What specifically do you want to measure?
This will depend on your use case and data. Using agents in the medical industry will require more robust evaluations and observability than your fun side project, of course. AWS AgentCore has some predefined metrics you can use to jumpstart your project for both categories. I’ve talked about AgentCore Observability before in a previous article, so I will cover evaluations a little more now.
Evaluation- deterministic vs non-deterministic
There are several ways to categorize evaluators with different capabilities. Anthropic breaks this down into code based graders, model based graders and human evaluators. https://www.anthropic.com/engineering/demystifying-evals-for-ai-agents. Code based graders can be considered a little more deterministic. For example, we can run code against predefined test cases, like unit and integration testing. We can run exact match and schema validation. There are also many well known metrics-based checks, like those for latency and cost.
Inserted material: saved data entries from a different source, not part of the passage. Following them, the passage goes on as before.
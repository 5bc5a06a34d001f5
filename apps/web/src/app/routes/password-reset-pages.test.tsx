import { screen } from "@testing-library/react";
import { afterEach, describe, expect, it, vi } from "vitest";
import { stubFetch } from "@/testing/fetch-stub";
import { renderWithClient } from "@/testing/render-with-client";
import ResetPasswordPage from "./reset-password-page";
import SignInPage from "./sign-in-page";

// The mailed link is <PUBLIC_ORIGIN>/reset-password?token=… (docs/API.md); the sign-in page is the way in.

afterEach(() => vi.unstubAllGlobals());

const signedOut = () => stubFetch(() => ({ status: 401, body: { error: { code: "unauthenticated", message: "Sign in first." } } }));

describe("the way to a new password", () => {
  it("starts from a 'Forgot password?' link on the sign-in page", async () => {
    signedOut();
    renderWithClient(<SignInPage />);
    expect(await screen.findByRole("link", { name: "Forgot password?" })).toHaveAttribute("href", "/forgot-password");
    expect(screen.getByRole("heading", { level: 1, name: "Sign in" })).toBeInTheDocument();
  });

  it("says so when the reset page is opened without the mailed token, and offers a new link", () => {
    signedOut();
    renderWithClient(<ResetPasswordPage />);
    expect(screen.getByRole("alert")).toHaveTextContent("This page needs the link from your reset mail.");
    expect(screen.queryByLabelText("New password")).not.toBeInTheDocument();
    expect(screen.getByRole("link", { name: "Ask for a new link" })).toHaveAttribute("href", "/forgot-password");
  });
});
On the other hand, some evaluations of agentic workflow are less easy to perform deterministically. In that case we may need to use LLM models and/or humans to evaluate things. Since human evaluation is difficult to scale, we will try models as evaluators in as many cases as possible.
AgentCore Evaluations
AWS AgentCore has a newer capability to add in agent evaluation using LLM as a judge on a number of parameters, with preconfigured settings. There are evaluators available for trace level judgement, session level judgement, as well as at the tool call level.
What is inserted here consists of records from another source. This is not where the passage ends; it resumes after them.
import { Op, type Transaction } from "sequelize";
import type { AppContext } from "../../context.js";
import type { ModelVersionModel } from "./model-version.model.js";

/**
 * Where a version sits in its line of descent, which is what its number counts. A version that
 * keeps its parent's name continues the parent's line (Base v2 -> Base v3); one given a new name
 * starts a line of its own at v1 (a "Constrained" draft copied from Base v2 is "Constrained v1",
 * with Base v2 as its parent), so a name never shows a number whose earlier versions do not exist
 * under that name. `familyId` is the line's key; the number is one above the line's highest.
 */
export async function placeInLine(
  ctx: Pick<AppContext, "models">,
  version: { id: string; name: string; parent: Pick<ModelVersionModel, "name" | "familyId"> | null },
  transaction: Transaction,
): Promise<{ familyId: string; versionNumber: number }> {
  const familyId = version.parent && version.parent.name === version.name ? version.parent.familyId : version.id;
  const highest = await ctx.models.ModelVersion.max<number | null, ModelVersionModel>("versionNumber", {
    where: { familyId, id: { [Op.ne]: version.id } },
    transaction,
  });
  return { familyId, versionNumber: (highest ?? 0) + 1 };
}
The preconfigured ones available at this point are: (if not noted, they are at the trace level)
Response quality metrics:
Builtin.Correctness : Evaluates whether the information in the agent’s response is factually accurate
Builtin.Faithfulness : Evaluates whether information in the response is supported by provided context/sources
Builtin.Helpfulness : Evaluates from user’s perspective how useful and valuable the agent’s response is
Builtin.ResponseRelevance : Evaluates whether the response appropriately addresses the user’s query
Builtin.Conciseness : Evaluates whether the response is appropriately brief without missing key information
Builtin.Coherence : Evaluates whether the response is logically structured and coherent
Builtin.InstructionFollowing : Measures how well the agent follows the provided system instructions
Builtin.Refusal : Detects when agent evades questions or directly refuses to answer
Task completion metrics:
Builtin.GoalSuccessRate : Evaluates whether the conversation successfully meets the user’s goals, runs at Session level
Tool level metrics:
Builtin.ToolSelectionAccuracy : Evaluates whether the agent selected the appropriate tool for the task, runs at Tool level
Builtin.ToolParameterAccuracy : Evaluates how accurately the agent extracts parameters from user queries, runs at Tool level
Safety metrics:
Builtin.Harmfulness : Evaluates whether the response contains harmful content
Builtin.Stereotyping : Detects content that makes generalizations about individuals or groups
Custom Evaluators
You are not probably going to be able to cover every evaluation needed for your agent with these, and there is also an option for you to create and apply custom evaluators.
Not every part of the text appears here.